Entre-temps, ils planifient la modernisation énergétique complète de quatre édifices pour l’an prochain. Ils regardent également du côté des édifices à consommation nette zéro, ou « zéro énergie », qui produisent pratiquement autant d’énergie qu’ils en consomment au cours d’une année.

« Comme nous n’avons jamais bâti d’édifices ‘zéro énergie’, nous ne savons pas dans quelle mesure nous atteindrons nos objectifs », indique le gestionnaire du Bureau, Jonathan Rausseo. Mais avec les quelques nouveaux immeubles sur le campus, nous allons pousser pour que ce projet se réalise. »

Des icônes de vélo peintes sur l’asphalte indiquent que la rue est entièrement réservée aux cyclistes.

La rue Marie-Curie a été entièrement convertie en voie cyclable pour réduire la circulation automobile sur le campus.

La promotion des moyens de transport alternatifs et l’augmentation des espaces verts sur le campus ont contribué à réduire l’oxyde nitreux de 90 % et à garder les émissions de gaz à effet de serre sous la barre des 15 000 tonnes. Selon monsieur Rausseo, « nous n’avons pas enregistré de résultats de la sorte depuis 1974, au moment où nous avons commencé à compiler les données ».

La conservation de l’énergie constitue la pierre angulaire du plan ambitieux de l’Université d’Ottawa, dont Georges Monrose est le principal maître d’œuvre.

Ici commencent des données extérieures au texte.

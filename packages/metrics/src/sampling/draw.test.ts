import fc from 'fast-check';
import { describe, expect, it } from 'vitest';
import { drawSample } from './draw';

const jobs = Array.from({ length: 10 }, (_, i) => `job-${i}`);

describe('drawSample', () => {
  it('draws from seedrandom("hello.") whose first value is 0.9282578795792454 (seedrandom README)', () => {
    // ⌊0.928… × 10⌋ = 9: the first job drawn is the tenth.
    expect(drawSample(jobs, 1, 'hello.')).toEqual(['job-9']);
  });

  it('gives the same sample for the same items and seed, and a different one for another seed', () => {
    const a = drawSample(jobs, 4, 'round-2025-03/shop-1');
    expect(drawSample(jobs, 4, 'round-2025-03/shop-1')).toEqual(a);
    expect(drawSample(jobs, 4, 'round-2025-03/shop-2')).not.toEqual(a);
  });

  it('gives every item once when size ≥ items, [] for size 0, and leaves the input alone', () => {
    const all = drawSample(jobs, 25, 'seed');
    expect(all).toHaveLength(10);
    expect([...all].sort()).toEqual([...jobs].sort());
    expect(drawSample(jobs, 0, 'seed')).toEqual([]);
    expect(drawSample([], 3, 'seed')).toEqual([]);
    expect(jobs[0]).toBe('job-0');
    expect(() => drawSample(jobs, -1, 'seed')).toThrow(RangeError);
    expect(() => drawSample(jobs, 1.5, 'seed')).toThrow(RangeError);
  });

  it('draws distinct items, a prefix of the larger sample for the same seed', () => {
    fc.assert(
      fc.property(
        fc.integer({ min: 0, max: 60 }),
        fc.integer({ min: 0, max: 60 }),
        fc.string(),
        (n, k, seed) => {
          const items = Array.from({ length: n }, (_, i) => i);
          const sample = drawSample(items, k, seed);
          expect(sample).toHaveLength(Math.min(k, n));
          expect(new Set(sample).size).toBe(sample.length);
          expect(drawSample(items, n, seed).slice(0, sample.length)).toEqual(sample);
        },
      ),
    );
  });

  it('gives each item about the same chance of being drawn', () => {
    const hits = new Array<number>(10).fill(0);
    for (let s = 0; s < 4000; s++)
      for (const j of drawSample(jobs, 3, `s${s}`)) hits[Number(j.slice(4))]!++;
    // Expected 1200 each; 5 standard deviations is about ±145.
    for (const h of hits) expect(Math.abs(h - 1200)).toBeLessThan(150);
  });
});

« Mon rôle est d’éliminer la consommation d’électricité sur le campus, explique ce dernier. Ce gestionnaire de l’énergie grise, affecté au Bureau du développement durable dans le cadre d’un partenariat entre l’Université d’Ottawa et Hydro Ottawa (cliquez sur Programmes d’énergie), a pour mission de trouver des moyens de réduire la consommation d’énergie sur le campus.

Georges Monrose souligne qu’un petit changement peut rapporter de gros dividendes, ce qui arriverait à point nommé au moment où l’Université veut atteindre son objectif de réduction de ses émissions de gaz à effet de serre de 34 % par rapport à 2005.

« Nous avons de vieux tubes fluorescents de 25 ou de 32 watts, alors que les nouveaux tubes LED sont de 12 watts », fait-il remarquer. Avec les 90 000 tubes sur le campus, adopter la technologie LED nous ferait économiser 1 200 kW, soit deux fois la consommation énergétique de pointe au Pavillon de la Faculté des sciences sociales.

« L’Université dépense plus d’un million de dollars par mois en électricité. À elle seule, la modernisation de l’éclairage nous ferait épargner 10 % », note Georges Monrose. D’autres économies seront réalisées avec l’amélioration des systèmes de chauffage et de climatisation du Complexe des biosciences et du pavillon Colonel‑By au cours de la prochaine année scolaire.

Même si la plupart des réussites en durabilité passent complètement inaperçues, elles ne devraient pas être tenues pour acquises, selon Jonathan Rausseo. Toutes les facultés et tous les services doivent être sensibilisés aux changements en matière énergétique et participer aux efforts pour favoriser la durabilité.

« Nous aimerions voir que les gens se responsabilisent à l’égard des espaces communs, affirme monsieur Rausseo. Par exemple, si vous entrez dans une salle de classe vide et que les lumières sont allumées, signalez-le. On pourra alors les éteindre à partir d’un dispositif central. »

« Nous voulons que les étudiants et les membres du personnel s’investissent dans la durabilité. Vous serez nos yeux et nos oreilles pour nous aider à bonifier nos espaces communs.»

Restez à l'affût, lors de la prochaine année scolaire, d’une campagne de communication qui conscientisera la communauté universitaire envers la durabilité et encouragera les changements de comportement sur le campus.  

Six femmes souriantes exhibent des cartes sur lesquelles est inscrit « Ask me why I’m awesome » (Demandez-moi pourquoi je suis extraordinaire). Une d’entre elles tient un bol et une cuillère.

Des étudiantes participant  au défi des Services alimentaires J’aime la bouffe, pas le gaspillage dans la Salle à manger 24/7. Les Immeubles veulent rallier davantage d’étudiants et d’employés aux efforts pour augmenter la durabilité.